# I want to be prepared



## HoosierShadow (Apr 20, 2010)

I was just wondering, if we ever got a goat that was sick and knocking on death's door, what is the best way to humanely end their suffering? 
We don't have any like that, but I want to be prepared. Me and my husband were talking about this, and so I thought I'd ask here.

BTW, going to a vet isn't really an option for us to euthanize, not many vets around here will deal with a goat, much less come one to euthanize one, and with my husband laid off... well you get the point. 

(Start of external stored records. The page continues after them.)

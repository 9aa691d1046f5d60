package benchtrue.run;

import benchtrue.alarm.Alarm;
import benchtrue.model.Interval;
import java.util.List;
import org.jspecify.annotations.Nullable;

/**
 * All that the screen shows, frozen at one instant. The engine makes a new one at most 20 times a second; arrays are copies
 * and never written again. NaN is not known.
 *
 * @param live false for a replay
 * @param time seconds since the first reading
 * @param progress how much of a replay is read, 0…1; NaN where that is not known (live)
 * @param pace times real time; infinite: as fast as it goes
 * @param readingAge seconds of the wall clock since the last reading came (live only)
 * @param held whether the operator holds the estimates
 * @param advice what to vary next; null: nothing is left to wish for
 * @param next why the run should go on, a phrase for each reason; empty: it has enough
 * @param notices one line each, what the operator should know now: held, waiting for the reference, …
 * @param points the planned operating points
 * @param setUp what was recorded of the set-up so far, a line each
 * @param spell what the channels did since it was asked for; null: nobody asks
 * @param closing the closing summary once the run ended or when it was asked for
 */
public record Snapshot(
        boolean live,
        String title,
        String item,
        String source,
        Phase phase,
        long reading,
        double time,
        double progress,
        double pace,
        double readingAge,
        boolean held,
        Counts counts,
        List<ChannelView> channels,
        List<RelationView> relations,
        List<Alarm> alarms,
        @Nullable AdviceView advice,
        List<String> notices,
        List<String> next,
        List<PointView> points,
        List<String> setUp,
        @Nullable SpellView spell,
        @Nullable Closing closing) {

    public record PointView(String text, boolean visited) {}

    /** @param rate of readings in 1/s; NaN: not known */
    public record SpellView(double seconds, double rate, List<ChannelSpell> channels) {}

    /**
     * @param u of the mean, widened for autocorrelation
     * @param sd of a reading
     * @param step smallest change between two readings; NaN: it never changed
     * @param autocorrelation at lag 1
     * @param change from the first to the last reading
     */
    public record ChannelSpell(
            String name,
            String unit,
            long count,
            double mean,
            double u,
            double sd,
            double step,
            double autocorrelation,
            double change) {}

    /** Where the run stands. */
    public enum Phase {
        WAITING,
        RUNNING,
        PAUSED,
        ENDED,
        LOST
    }

    /** @param lost lines that the reader could not keep (overrun) */
    public record Counts(
            long seen,
            long used,
            long heldOut,
            long excluded,
            long malformed,
            long missing,
            long gaps,
            long lost,
            int queued) {}

    /**
     * @param value corrected, in {@code unit}
     * @param age seconds since its last value
     * @param status good, doubtful, stuck, saturated, outside, silent
     * @param trend the last values, oldest first, evenly thinned
     */
    public record ChannelView(String name, String unit, double value, double age, String status, double[] trend) {}

    /**
     * @param strip the last standardised innovations, oldest first
     * @param heldOut for each entry of {@code strip} whether that reading was held out
     * @param bound the present bound of the standardised innovation
     * @param tested whether innovations are tested now; if not, {@code untestedWhy} says why
     * @param live CUSUM arms of the live model as fractions of their limit; NaN while there are none
     * @param reference CUSUM arms against the reference model as fractions of their limit; NaN while there are none
     */
    public record RelationView(
            String equation,
            String label,
            String unit,
            String memory,
            double residualStandardDeviation,
            double degreesOfFreedom,
            double effectiveReadings,
            double conditionIndex,
            List<List<String>> inseparable,
            List<UnknownView> unknowns,
            double[] strip,
            boolean[] heldOut,
            double bound,
            boolean tested,
            String untestedWhy,
            Arms live,
            Arms reference) {}

    public record Arms(double up, double down) {}

    /**
     * @param state not determined, weak, settling, settled
     * @param secondsToWanted forecast at the present operating point; infinite: never; NaN: not known
     * @param neverWhy why the wanted uncertainty will never be reached, or empty
     * @param reference value of the reference model; NaN: none
     * @param referenceDifference (estimate − reference) in units of its standard uncertainty
     * @param pathTime times of the path of the estimate, oldest first, evenly thinned over the segment
     * @param path estimate at those times
     * @param pathU expanded uncertainty at those times
     */
    public record UnknownView(
            String name,
            String unit,
            double estimate,
            double standardUncertainty,
            double expandedUncertainty,
            double coverageFactor,
            double degreesOfFreedom,
            String state,
            double wanted,
            double secondsToWanted,
            String neverWhy,
            @Nullable Interval limits,
            String rule,
            @Nullable String verdict,
            @Nullable String verdictWithheld,
            double reference,
            double referenceDifference,
            double[] pathTime,
            double[] path,
            double[] pathU) {}

    /**
     * @param refusal why there is no advice now; empty where there is
     * @param words the advice in words
     */
    public record AdviceView(String unknown, String refusal, List<String> words, double expectedU, double seconds) {}
}
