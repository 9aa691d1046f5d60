package benchtrue.run;

import benchtrue.model.Forgetting;
import org.jspecify.annotations.Nullable;

/**
 * Something that a second pass over the record must repeat before it takes in the reading.
 *
 * @param reading number of the first reading that it holds for
 * @param time of that reading in s; NaN where it has not come yet
 * @param segment why a segment begins; null where none does
 * @param forgetting the new one; null where it stays
 */
record Turn(
        long reading,
        double time,
        @Nullable String segment,
        @Nullable Forgetting forgetting) {

    Turn at(long earlier) {
        return new Turn(earlier, time, segment, forgetting);
    }
}
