package benchtrue.run;

import benchtrue.alarm.Alarm;
import benchtrue.alarm.ReferenceModel;
import benchtrue.sheet.BenchSheet;
import benchtrue.sheet.Group;
import benchtrue.sheet.RelationSpec;
import benchtrue.sheet.UnknownSpec;
import java.util.ArrayList;
import java.util.List;
import org.jspecify.annotations.Nullable;

/**
 * The reference model from an earlier run: the run is replayed with its own sheet, and what its live model says at the end is
 * taken over for each group of the present sheet that has the same unknowns and relations.
 */
public final class ReferenceRun {
    private final Engine engine;
    private final String name;

    private ReferenceRun(Engine engine, String name) {
        this.engine = engine;
        this.name = name;
    }

    /** Replays the earlier run; nothing is written. */
    public static ReferenceRun of(Setup earlier, SourceMaker maker, List<TimedAct> acts) {
        RunListener deaf = new RunListener() {
            @Override
            public boolean wants(long reading) {
                return false;
            }

            @Override
            public void reading(EstimateRow row) {}

            @Override
            public void event(Event event) {}

            @Override
            public void closed(Closing closing) {}
        };
        try (Session session = new Session(earlier, maker, acts, deaf)) {
            while (!session.ended()) {
                session.fetch();
                if (session.due()) {
                    session.take();
                }
            }
            return new ReferenceRun(session.engine(), earlier.sourceName());
        }
    }

    /** Why it cannot serve as a reference for the sheet; empty where it can. */
    public String refusal(BenchSheet sheet) {
        for (Alarm alarm : engine.monitor().book().alarms()) {
            if (alarm.kind().isDrift()) {
                return "that run has a " + alarm.kind().word() + " alarm: a reference must be of a sound rig";
            }
        }
        return models(sheet).stream().allMatch(m -> m == null)
                ? "none of its relations has the same unknowns with determined values as one of this sheet"
                : "";
    }

    /** One for each group of the sheet; null where the run has none for it. */
    public List<@Nullable ReferenceModel> models(BenchSheet sheet) {
        List<@Nullable ReferenceModel> models = new ArrayList<>();
        for (Group group : sheet.groups()) {
            models.add(model(group));
        }
        return models;
    }

    private @Nullable ReferenceModel model(Group wanted) {
        for (GroupRun run : engine.groups()) {
            Group group = run.group();
            boolean same = names(group).equals(names(wanted))
                    && labels(group).equals(labels(wanted))
                    && units(group).equals(units(wanted));
            if (same && run.estimator().determined() && run.estimator().residualSd(0) > 0) {
                return engine.adoption(run.index()).model(0, 0, ReferenceModel.How.FROM_RUN, "", "run " + name);
            }
        }
        return null;
    }

    private static List<String> names(Group group) {
        return group.unknowns().stream().map(UnknownSpec::name).toList();
    }

    private static List<?> units(Group group) {
        return group.unknowns().stream().map(UnknownSpec::unit).toList();
    }

    private static List<String> labels(Group group) {
        return group.relations().stream().map(RelationSpec::label).toList();
    }
}
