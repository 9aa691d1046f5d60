package benchtrue.run;

import benchtrue.estimate.Estimator;
import benchtrue.estimate.SteadyState;

/** What the last readings of one relation looked like: for the strip of innovations and for the word "settled". */
final class RelationTrack {
    private static final int STRIP = 240;

    private final Recent strip = new Recent(STRIP);
    private final Recent out = new Recent(STRIP);
    private final SteadyState steady = new SteadyState();
    private double innovation = Double.NaN;
    private double bound = Double.NaN;
    private double standardized = Double.NaN;

    /** The reading brought no row. */
    void nothing() {
        innovation = Double.NaN;
        bound = Double.NaN;
        standardized = Double.NaN;
    }

    /** @param testBound of |t|; NaN where it was not tested */
    void predicted(Estimator estimator, double testBound, boolean heldOut) {
        innovation = estimator.innovation();
        standardized = estimator.standardized();
        bound = testBound * estimator.predictionSd();
        strip.add(standardized);
        out.add(heldOut ? 1 : 0);
        if (!heldOut && Math.abs(standardized) <= Double.MAX_VALUE) {
            steady.add(standardized);
        }
    }

    void restart() {
        steady.restart();
    }

    boolean isSteady() {
        return steady.isSteady();
    }

    double innovation() {
        return innovation;
    }

    double bound() {
        return bound;
    }

    double standardized() {
        return standardized;
    }

    double[] strip() {
        return strip.copy();
    }

    boolean[] heldOut() {
        double[] values = out.copy();
        boolean[] held = new boolean[values.length];
        for (int i = 0; i < held.length; i++) {
            held[i] = values[i] > 0;
        }
        return held;
    }
}
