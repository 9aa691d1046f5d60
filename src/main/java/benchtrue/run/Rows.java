package benchtrue.run;

import benchtrue.model.Observation;
import benchtrue.model.Preparation;
import benchtrue.model.Regressor;
import benchtrue.reading.Reading;
import benchtrue.sheet.BenchSheet;
import benchtrue.sheet.Channel;
import benchtrue.sheet.Derived;
import benchtrue.sheet.Group;
import benchtrue.sheet.RelationSpec;
import java.util.List;

/**
 * Turns readings into the rows of all relations. Holds what {@code prev}, {@code rate} and {@code dir} remember: one for each
 * pass over a run, filled once for each reading in order.
 */
final class Rows {
    private final Preparation preparation;
    private final Regressor[][] regressors;
    private final int[][][] places;
    private final Row[][] rows;
    private Observation observation;

    Rows(BenchSheet sheet) {
        preparation = new Preparation(
                sheet.channels().stream().map(Channel::correction).toList(),
                sheet.derived().stream().map(Derived::expression).toList());
        observation = new Observation(sheet.channels().size() + sheet.derived().size());
        List<Group> groups = sheet.groups();
        regressors = new Regressor[groups.size()][];
        places = new int[groups.size()][][];
        rows = new Row[groups.size()][];
        for (int g = 0; g < regressors.length; g++) {
            Group group = groups.get(g);
            List<RelationSpec> specs = group.relations();
            regressors[g] = specs.stream().map(s -> s.relation().compile()).toArray(Regressor[]::new);
            places[g] = specs.stream().map(RelationSpec::unknownIndex).toArray(int[][]::new);
            rows[g] = specs.stream().map(s -> new Row(group.unknowns().size())).toArray(Row[]::new);
        }
    }

    void fill(Reading reading) {
        observation = preparation.prepare(reading);
        for (int g = 0; g < rows.length; g++) {
            for (int k = 0; k < rows[g].length; k++) {
                fill(rows[g][k], regressors[g][k], places[g][k]);
            }
        }
    }

    private void fill(Row row, Regressor regressor, int[] place) {
        row.present = regressor.evaluate(observation);
        row.response = regressor.response();
        row.weight = regressor.weight();
        double[] own = regressor.regressors();
        for (int i = 0; i < own.length; i++) {
            row.phi[place[i]] = own[i];
        }
    }

    Row row(int group, int relation) {
        return rows[group][relation];
    }

    /** All of one group, in its order. */
    Row[] of(int group) {
        return rows[group];
    }

    /** Corrected channels, then derived ones, of the reading last filled in; used again for the next. */
    Observation observation() {
        return observation;
    }
}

What are methods you can use at home?


----------



## OhCee (Feb 26, 2010)

.22 to the heart? I know it sounds harsh... but it works in a pinch =/


----------



## Lexibot (Jul 27, 2010)

Bullet between the eyes worked for us. Then you have to burn the body. Or bury it.. but digging in Missouri ground in the Summer... ugh... easier to burn the body.


----------



## CrossCreekTX (Aug 10, 2009)

22 to the head, then cut the arteries in the neck to bleed out quickly in case the goat is only stunned. If you have dogs, go ahead and clean the goat and cut up for dog food. No point in wasting it.


----------



## HoosierShadow (Apr 20, 2010)

Oh geez, we don't own a gun  we have young kids, and I don't think my husband knows how to shoot a gun LOL But if that is the best way, looks like he needs to look into one and some targets to practice with. 
I've shot guns but don't know how to load them. He does have a lock box he can keep one in.


----------



## toth boer goats (Jul 20, 2008)

If you feel safer without a gun around...Do you have a friend with a gun... that may do this for you.... I agree and had to do it myself with the gun to the head method....it is never easy  ...but sometimes... we are force to put a animal out of their misery....................may I ask....what is going on with your goat? :hug:


----------



## Lexibot (Jul 27, 2010)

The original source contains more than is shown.